6 de junio 2018 Columnas

El último libro de Mario Vargas Llosa es una interesante puerta de entrada al estudio de lo que generalmente se conoce como “liberalismo clásico”. Mediante siete semblanzas de estudiosos connotados —Smith, Ortega y Gasset, Hayek, Popper, Berlin, Aron y Revel—, el autor peruano condensa lo que, para él, son las principales conquistas de Occidente: la libertad y la democracia representativa. En ese sentido, más que una autobiografía intelectual, “La llamada de la tribu” es una recopilación de ensayos políticos cuyo objetivo es hacer una defensa del liberalismo como el articulador de la sociedad moderna.

Salvo quizás Ortega y Gasset, el resto de los pensadores pueden efectivamente ser estudiados bajo el prisma del liberalismo clásico. Uno de los puntos más sobresalientes de esta lista de nombres es que, incluso Smith y Hayek, estaban interesados en cuestiones que iban más allá de la libertad y el crecimiento económico; en efecto, los unía el convencimiento de que los intelectuales deben ser escépticos ante el poder y críticos de cualquier proyecto ideológico constructivista. Donde mejor queda demostrado lo anterior es en las semblanzas de Popper y Berlin.

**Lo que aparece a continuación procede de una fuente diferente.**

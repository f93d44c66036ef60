import { evenBesselJ } from '../../numerics/bessel.js';
import { gaussLegendre } from '../../numerics/gauss-legendre.js';

/**
 * Strip currents expanded with the condition at the edge built in, transformed across the strip, on the nodes of one
 * quadrature over the wavenumber ky from 0 to `end`:
 *   along:  Chebyshev polynomials T(2n) over sqrt(1 − (2y/w)²), transform J(2n)(ky w/2); n = 0 carries the whole current;
 *   across: sqrt(1 − (2y/w)²) times U(2m−1), transform J(2m)(ky w/2)/(ky w/2), m ≥ 1.
 * Sources: T. Itoh and R. Mittra, IEEE Trans. Microwave Theory Tech. 22(10), 1974; R. H. Jansen, ibid. 33(10), 1985.
 */
export interface SpectralBasis {
  readonly halfWidth: number;
  readonly along: number;
  readonly across: number;
  readonly nodes: Float64Array;
  readonly weights: Float64Array;
  /** J(2n)(ky w/2), row n. */
  readonly bessel: readonly Float64Array[];
  /** ∫₀^∞ J(2n) J(2m) (1 − e^{−ky·reach})/ky dky, row n: what remains of every kernel far out. */
  readonly far: readonly Float64Array[];
  readonly reach: number;
}

const NODES_PER_PANEL = 8;
/** Kernels have reached their far form within e^{−2·10} of the slab and e^{−2·6} of a thin coat here. */
const END = 10;
const END_OF_COAT = 6;

/**
 * @param width    of the strip, m
 * @param height   of the slab, m
 * @param thinnest of slab and coat, m
 * @param terms    functions along; one less across
 */
export function spectralBasis(width: number, height: number, thinnest: number, terms: number): SpectralBasis {
  const a = width / 2;
  const end = Math.max(END / height, END_OF_COAT / thinnest);
  const panels = Math.ceil(end / Math.min(1 / height, 2.5 / a));
  const rule = gaussLegendre(NODES_PER_PANEL);
  const count = panels * NODES_PER_PANEL;
  const nodes = new Float64Array(count);
  const weights = new Float64Array(count);
  const half = end / panels / 2;
  for (let p = 0; p < panels; p++)
    for (let i = 0; i < NODES_PER_PANEL; i++) {
      nodes[p * NODES_PER_PANEL + i] = half * (2 * p + 1 + rule.nodes[i]);
      weights[p * NODES_PER_PANEL + i] = half * rule.weights[i];
    }
  const bessel = Array.from({ length: terms }, () => new Float64Array(count));
  const orders = new Float64Array(terms);
  for (let i = 0; i < count; i++) {
    evenBesselJ(nodes[i] * a, orders);
    for (let n = 0; n < terms; n++) bessel[n][i] = orders[n];
  }
  const reach = 2 * height;
  const far = bessel.map((row, n) =>
    Float64Array.from(bessel, (column, m) => {
      // Weber and Schafheitlin: ∫ J(2n) J(2m)/x dx is 1/(4n) on the diagonal and 0 off it; for n = m = 0 the logarithmic
      // potential of the Maxwell distribution, ⟨ln |y − y'|⟩ = ln(w/4), takes its place.
      let sum = n !== m ? 0 : n > 0 ? 1 / (4 * n) : Math.log((2 * reach) / a);
      const one = n === 0 && m === 0 ? 1 : 0;
      for (let i = 0; i < count; i++)
        sum += (weights[i] * Math.exp(-nodes[i] * reach) * (one - row[i] * column[i])) / nodes[i];
      return sum;
    }),
  );
  return { halfWidth: a, along: terms, across: terms - 1, nodes, weights, bessel, far, reach };
}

En el caso de Popper, el libro resalta dos cuestiones: por un lado, la muy sugerente idea de que toda verdad debe estar “sometida a la prueba del ensayo y del error, a su verificación y negación”. Esto quiere decir que una verdad puede ser “falseada”, dando paso a otra verdad, la que, con el paso del tiempo, también será puesta a prueba, ya sea por la realidad concreta o por una nueva y más plausible hipótesis de trabajo. Por otro, la crítica de Popper a toda forma de conocimiento histórico que subordine el curso de los acontecimientos a una concepción determinista del futuro (lo que él llamaba “historicismo”).

En cuanto a Berlin, no cabe duda de que Vargas Llosa siente una admiración profunda por el profesor de Oxford fallecido en 1997, incluso por sobre autores más contemporáneos como Revel. Las páginas dedicadas a la libertad “negativa” y “positiva” están muy bien logradas, así como las que refieren a las diferencias entre dos clases de personas: los “erizos” (ordenadas y sistemáticas) y los “zorros” (dispersos y a veces tumultuosos y contradictorios). El propio Vargas Llosa se declara más cercano a los “zorros”, ya que, para él, vivir en “la sombra y el desorden” puede ser menos traumático que la “claridad y el orden”.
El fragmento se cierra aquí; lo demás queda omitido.